Collected data
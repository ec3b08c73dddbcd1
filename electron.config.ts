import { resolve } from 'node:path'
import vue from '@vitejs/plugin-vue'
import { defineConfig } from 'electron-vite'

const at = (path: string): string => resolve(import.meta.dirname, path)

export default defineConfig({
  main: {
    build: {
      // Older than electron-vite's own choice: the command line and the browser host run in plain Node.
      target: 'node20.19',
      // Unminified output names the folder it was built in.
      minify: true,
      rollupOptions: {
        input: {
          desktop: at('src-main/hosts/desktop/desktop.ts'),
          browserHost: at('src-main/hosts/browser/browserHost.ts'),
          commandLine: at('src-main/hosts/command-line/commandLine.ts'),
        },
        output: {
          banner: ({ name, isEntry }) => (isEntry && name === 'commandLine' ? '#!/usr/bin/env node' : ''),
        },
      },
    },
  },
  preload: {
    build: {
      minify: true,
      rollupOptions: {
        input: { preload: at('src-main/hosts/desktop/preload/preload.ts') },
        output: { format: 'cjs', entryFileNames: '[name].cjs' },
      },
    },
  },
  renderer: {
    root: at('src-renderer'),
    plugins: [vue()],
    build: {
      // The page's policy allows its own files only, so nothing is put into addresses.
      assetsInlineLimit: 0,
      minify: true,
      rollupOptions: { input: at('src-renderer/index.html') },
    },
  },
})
* * *
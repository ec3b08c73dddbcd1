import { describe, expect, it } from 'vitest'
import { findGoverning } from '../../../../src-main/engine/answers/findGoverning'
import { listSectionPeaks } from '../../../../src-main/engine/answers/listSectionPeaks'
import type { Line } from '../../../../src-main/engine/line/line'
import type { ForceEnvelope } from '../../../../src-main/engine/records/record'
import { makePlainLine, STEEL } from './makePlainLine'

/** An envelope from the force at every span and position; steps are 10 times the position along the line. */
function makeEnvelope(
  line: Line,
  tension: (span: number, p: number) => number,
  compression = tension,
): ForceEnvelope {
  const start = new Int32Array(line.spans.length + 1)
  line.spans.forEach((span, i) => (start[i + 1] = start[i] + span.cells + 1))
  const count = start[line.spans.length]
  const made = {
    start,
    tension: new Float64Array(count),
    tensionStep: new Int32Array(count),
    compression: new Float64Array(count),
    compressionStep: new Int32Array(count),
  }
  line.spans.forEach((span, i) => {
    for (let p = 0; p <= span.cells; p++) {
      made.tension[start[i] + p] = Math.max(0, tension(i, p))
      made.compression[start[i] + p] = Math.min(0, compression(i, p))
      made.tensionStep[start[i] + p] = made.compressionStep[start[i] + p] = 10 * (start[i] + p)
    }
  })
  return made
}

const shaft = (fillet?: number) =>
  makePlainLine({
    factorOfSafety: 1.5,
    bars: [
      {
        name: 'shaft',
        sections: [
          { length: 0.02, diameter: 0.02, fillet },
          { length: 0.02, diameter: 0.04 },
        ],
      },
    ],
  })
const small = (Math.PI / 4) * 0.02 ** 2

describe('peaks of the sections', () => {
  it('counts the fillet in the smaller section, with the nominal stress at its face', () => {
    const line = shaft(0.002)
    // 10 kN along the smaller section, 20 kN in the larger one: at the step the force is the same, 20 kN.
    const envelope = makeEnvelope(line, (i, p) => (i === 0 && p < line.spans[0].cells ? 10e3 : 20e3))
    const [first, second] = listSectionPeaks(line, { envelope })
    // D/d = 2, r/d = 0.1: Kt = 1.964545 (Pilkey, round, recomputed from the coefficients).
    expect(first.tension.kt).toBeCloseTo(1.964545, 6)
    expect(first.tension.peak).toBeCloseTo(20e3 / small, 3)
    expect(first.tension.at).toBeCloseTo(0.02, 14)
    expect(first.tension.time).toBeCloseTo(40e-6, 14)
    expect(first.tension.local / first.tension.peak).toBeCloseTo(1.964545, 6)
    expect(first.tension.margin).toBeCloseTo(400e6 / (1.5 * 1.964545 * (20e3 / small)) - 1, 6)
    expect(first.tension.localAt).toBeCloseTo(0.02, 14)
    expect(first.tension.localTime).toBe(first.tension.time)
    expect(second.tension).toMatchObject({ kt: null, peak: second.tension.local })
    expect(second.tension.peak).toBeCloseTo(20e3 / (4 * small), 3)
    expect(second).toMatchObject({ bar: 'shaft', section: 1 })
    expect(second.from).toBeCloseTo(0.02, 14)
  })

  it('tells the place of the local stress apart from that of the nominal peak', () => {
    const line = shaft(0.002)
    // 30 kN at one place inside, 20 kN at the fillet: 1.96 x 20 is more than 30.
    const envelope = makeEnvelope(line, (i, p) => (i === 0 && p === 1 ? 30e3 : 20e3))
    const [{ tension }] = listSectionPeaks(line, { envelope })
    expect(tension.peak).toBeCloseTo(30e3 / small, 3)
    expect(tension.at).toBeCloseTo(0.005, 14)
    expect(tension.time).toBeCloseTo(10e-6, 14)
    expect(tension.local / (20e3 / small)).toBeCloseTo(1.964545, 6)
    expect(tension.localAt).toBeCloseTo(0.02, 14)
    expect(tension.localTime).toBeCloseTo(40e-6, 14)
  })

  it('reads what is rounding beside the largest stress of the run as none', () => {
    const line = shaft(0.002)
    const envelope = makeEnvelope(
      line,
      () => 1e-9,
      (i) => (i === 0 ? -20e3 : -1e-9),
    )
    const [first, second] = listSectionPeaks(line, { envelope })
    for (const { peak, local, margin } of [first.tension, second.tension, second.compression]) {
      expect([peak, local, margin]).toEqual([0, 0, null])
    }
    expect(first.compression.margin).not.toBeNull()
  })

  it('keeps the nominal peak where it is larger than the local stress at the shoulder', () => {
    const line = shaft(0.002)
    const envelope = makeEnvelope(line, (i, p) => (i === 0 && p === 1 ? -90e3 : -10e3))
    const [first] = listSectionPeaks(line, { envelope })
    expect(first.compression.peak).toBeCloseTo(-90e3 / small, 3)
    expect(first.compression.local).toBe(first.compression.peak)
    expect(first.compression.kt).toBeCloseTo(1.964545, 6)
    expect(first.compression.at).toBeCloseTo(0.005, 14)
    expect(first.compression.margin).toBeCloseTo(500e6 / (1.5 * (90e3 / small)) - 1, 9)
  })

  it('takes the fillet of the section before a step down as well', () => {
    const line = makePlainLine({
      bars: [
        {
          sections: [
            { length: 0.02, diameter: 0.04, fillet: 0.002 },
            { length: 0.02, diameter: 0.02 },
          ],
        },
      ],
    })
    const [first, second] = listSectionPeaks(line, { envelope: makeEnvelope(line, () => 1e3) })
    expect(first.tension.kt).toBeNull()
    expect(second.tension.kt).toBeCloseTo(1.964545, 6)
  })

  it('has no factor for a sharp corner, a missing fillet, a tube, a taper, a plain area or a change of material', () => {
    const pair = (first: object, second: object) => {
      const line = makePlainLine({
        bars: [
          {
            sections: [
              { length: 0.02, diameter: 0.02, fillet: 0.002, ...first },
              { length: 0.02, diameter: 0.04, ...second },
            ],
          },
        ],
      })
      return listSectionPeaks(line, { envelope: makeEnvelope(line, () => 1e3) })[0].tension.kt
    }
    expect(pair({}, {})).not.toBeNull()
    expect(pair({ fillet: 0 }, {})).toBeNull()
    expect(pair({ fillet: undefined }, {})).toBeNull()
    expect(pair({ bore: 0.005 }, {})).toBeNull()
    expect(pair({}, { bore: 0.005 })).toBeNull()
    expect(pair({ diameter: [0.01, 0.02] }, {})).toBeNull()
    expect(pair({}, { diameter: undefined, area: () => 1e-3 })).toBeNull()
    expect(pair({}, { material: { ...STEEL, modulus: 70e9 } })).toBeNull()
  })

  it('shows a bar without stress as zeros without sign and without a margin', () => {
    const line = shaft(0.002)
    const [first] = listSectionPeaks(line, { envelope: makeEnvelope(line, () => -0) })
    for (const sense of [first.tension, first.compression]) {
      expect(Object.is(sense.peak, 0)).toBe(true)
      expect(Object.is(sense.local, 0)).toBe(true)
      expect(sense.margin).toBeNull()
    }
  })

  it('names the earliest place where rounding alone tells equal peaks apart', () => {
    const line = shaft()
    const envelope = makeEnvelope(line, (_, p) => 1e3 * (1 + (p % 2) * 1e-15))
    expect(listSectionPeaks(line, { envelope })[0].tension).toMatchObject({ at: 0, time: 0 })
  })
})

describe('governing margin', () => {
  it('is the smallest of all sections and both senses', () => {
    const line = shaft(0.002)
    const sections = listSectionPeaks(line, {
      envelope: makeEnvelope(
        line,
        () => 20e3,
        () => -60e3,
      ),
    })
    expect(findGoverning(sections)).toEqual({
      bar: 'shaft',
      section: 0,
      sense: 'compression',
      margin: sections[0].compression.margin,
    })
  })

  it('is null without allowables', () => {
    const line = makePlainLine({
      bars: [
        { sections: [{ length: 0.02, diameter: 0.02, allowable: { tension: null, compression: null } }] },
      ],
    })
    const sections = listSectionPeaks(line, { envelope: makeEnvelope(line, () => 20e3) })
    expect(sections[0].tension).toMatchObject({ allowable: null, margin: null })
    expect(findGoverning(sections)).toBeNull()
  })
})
--
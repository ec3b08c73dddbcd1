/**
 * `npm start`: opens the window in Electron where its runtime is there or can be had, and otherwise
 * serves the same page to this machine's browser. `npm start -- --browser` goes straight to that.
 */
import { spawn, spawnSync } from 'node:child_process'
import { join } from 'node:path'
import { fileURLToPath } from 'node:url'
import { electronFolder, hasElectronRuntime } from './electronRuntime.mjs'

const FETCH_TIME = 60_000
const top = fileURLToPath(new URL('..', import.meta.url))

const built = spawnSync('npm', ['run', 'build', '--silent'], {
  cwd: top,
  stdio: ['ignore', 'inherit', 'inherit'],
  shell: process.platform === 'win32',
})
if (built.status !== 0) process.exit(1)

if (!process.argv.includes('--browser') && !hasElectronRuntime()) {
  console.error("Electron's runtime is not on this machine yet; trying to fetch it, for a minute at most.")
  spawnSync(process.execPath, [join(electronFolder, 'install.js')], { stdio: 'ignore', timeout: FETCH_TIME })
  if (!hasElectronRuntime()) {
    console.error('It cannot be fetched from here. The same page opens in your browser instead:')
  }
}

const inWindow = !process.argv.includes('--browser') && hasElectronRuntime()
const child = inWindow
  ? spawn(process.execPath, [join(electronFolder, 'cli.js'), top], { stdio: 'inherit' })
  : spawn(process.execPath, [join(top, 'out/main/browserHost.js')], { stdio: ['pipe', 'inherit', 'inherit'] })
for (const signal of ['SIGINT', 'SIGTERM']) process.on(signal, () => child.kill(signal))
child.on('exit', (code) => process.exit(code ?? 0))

EXERCISE PROMPT: Search the entries for the word "execPath" and copy every line that has it.

COMPLETED EXERCISE:
  spawnSync(process.execPath, [join(electronFolder, 'install.js')], { stdio: 'ignore', timeout: FETCH_TIME })
  ? spawn(process.execPath, [join(electronFolder, 'cli.js'), top], { stdio: 'inherit' })
  : spawn(process.execPath, [join(top, 'out/main/browserHost.js')], { stdio: ['pipe', 'inherit', 'inherit'] })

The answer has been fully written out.